==== Task data ====

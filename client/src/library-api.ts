/**
 * The scenario store's HTTP API, as plain outcomes: a value, or the status with the problems
 * and a sentence the page can show. No exception or raw server text reaches the user.
 */
// Types only (erased from the bundle): the shapes are the server's, written once.
import type { Change } from '../../models/scenario/diff.ts';
import type { ReportInfo, RunInfo, ScenarioSummary, StoreStatus, VersionInfo } from '../../server/store/records.ts';
import { unreachable, type Problem } from './api.ts';
import type { ScenarioDoc } from './store.ts';

export type { Change } from '../../models/scenario/diff.ts';
export type { ReportInfo, RunInfo, ScenarioSummary, StoreStatus, VersionInfo } from '../../server/store/records.ts';

export interface StoredScenario extends ScenarioSummary {
  version: VersionInfo;
  scenario: ScenarioDoc;
}

export interface Saved {
  id: number;
  version: number;
  fingerprint: string;
}

export type Answer<T> = { ok: true; value: T } | { ok: false; status: number; problems: Problem[]; message: string; latestVersion?: number };

function problemsOf(body: unknown): Problem[] {
  const list = typeof body === 'object' && body !== null ? (body as { problems?: unknown }).problems : undefined;
  if (!Array.isArray(list)) return [];
  return list
    .filter((p): p is { path?: unknown; message: string } => typeof p === 'object' && p !== null && typeof (p as { message?: unknown }).message === 'string')
    .map((p) => ({ path: typeof p.path === 'string' ? p.path : '', message: p.message }));
}

function messageOf(status: number, problems: Problem[]): string {
  if (problems.length) return problems.map((p) => p.message).join(' ');
  if (status === 404) return 'That scenario is not in the library.';
  if (status === 413) return 'The scenario is too large for the library to accept.';
  return `The library could not do that (status ${status}). Try again in a moment.`;
}

async function call<T>(method: string, url: string, body?: unknown): Promise<Answer<T>> {
  let res: Response;
  try {
    res = await fetch(url, {
      method,
      headers: body === undefined ? { accept: 'application/json' } : { accept: 'application/json', 'content-type': 'application/json' },
      body: body === undefined ? undefined : JSON.stringify(body),
    });
  } catch {
    return { ok: false, status: 0, problems: [], message: unreachable };
  }
  let json: unknown = null;
  try {
    json = await res.json();
  } catch {
    json = null;
  }
  if (res.ok && json !== null) return { ok: true, value: json as T };
  const problems = problemsOf(json);
  const latest = typeof json === 'object' && json !== null ? (json as { latestVersion?: unknown }).latestVersion : undefined;
  return { ok: false, status: res.status, problems, message: messageOf(res.status, problems), latestVersion: typeof latest === 'number' ? latest : undefined };
}

const id = (n: number) => encodeURIComponent(String(n));

export const storeStatus = () => call<StoreStatus>('GET', 'api/store');

export function listScenarios(search: string, deleted: 'exclude' | 'include' | 'only'): Promise<Answer<{ scenarios: ScenarioSummary[]; total: number }>> {
  const q = new URLSearchParams({ search, deleted, limit: '100', offset: '0' });
  return call('GET', `api/scenarios?${q}`);
}

export const getScenario = (sid: number) => call<StoredScenario>('GET', `api/scenarios/${id(sid)}`);

export interface CreateBody {
  scenario: unknown;
  note?: string;
  name?: string;
  tags?: string[];
  notes?: string;
  author?: string;
}
export const createScenario = (body: CreateBody) => call<Saved>('POST', 'api/scenarios', body);

export const saveVersion = (sid: number, body: { scenario: unknown; baseVersion: number; note?: string; author?: string }) => call<Saved>('PUT', `api/scenarios/${id(sid)}`, body);

export const deleteScenario = (sid: number) => call<{ id: number; deleted: true }>('DELETE', `api/scenarios/${id(sid)}`);
export const restoreScenario = (sid: number) => call<{ id: number; deleted: false }>('POST', `api/scenarios/${id(sid)}/restore`, {});

export const listVersions = (sid: number) => call<{ versions: VersionInfo[] }>('GET', `api/scenarios/${id(sid)}/versions`);
export const getVersion = (sid: number, v: number) => call<VersionInfo & { scenario: ScenarioDoc }>('GET', `api/scenarios/${id(sid)}/versions/${v}`);
export const getDiff = (sid: number, from: number, to: number) => call<{ from: number; to: number; changes: Change[] }>('GET', `api/scenarios/${id(sid)}/diff?from=${from}&to=${to}`);
export const listRuns = (sid: number) => call<{ runs: RunInfo[] }>('GET', `api/scenarios/${id(sid)}/runs`);
export const listReports = (sid: number) => call<{ reports: ReportInfo[] }>('GET', `api/scenarios/${id(sid)}/reports`);
export const reportPdfUrl = (rid: number) => `api/reports/${id(rid)}/pdf`;

/** The query that makes a simulation or a report count for a stored version. */
export function recordQuery(target: { id: number; version: number }, by?: string): string {
  const q = new URLSearchParams({ scenario: String(target.id), version: String(target.version) });
  if (by) q.set('by', by);
  return q.toString();
}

====

_Task requirements_. Nothing but the lines from the beginning of the records through the line with "server's, written once." should appear, each printed exactly.

_Exercise response_.
filename client/src/library-api.ts
/**
 * The scenario store's HTTP API, as plain outcomes: a value, or the status with the problems
 * and a sentence the page can show. No exception or raw server text reaches the user.
 */
// Types only (erased from the bundle): the shapes are the server's, written once.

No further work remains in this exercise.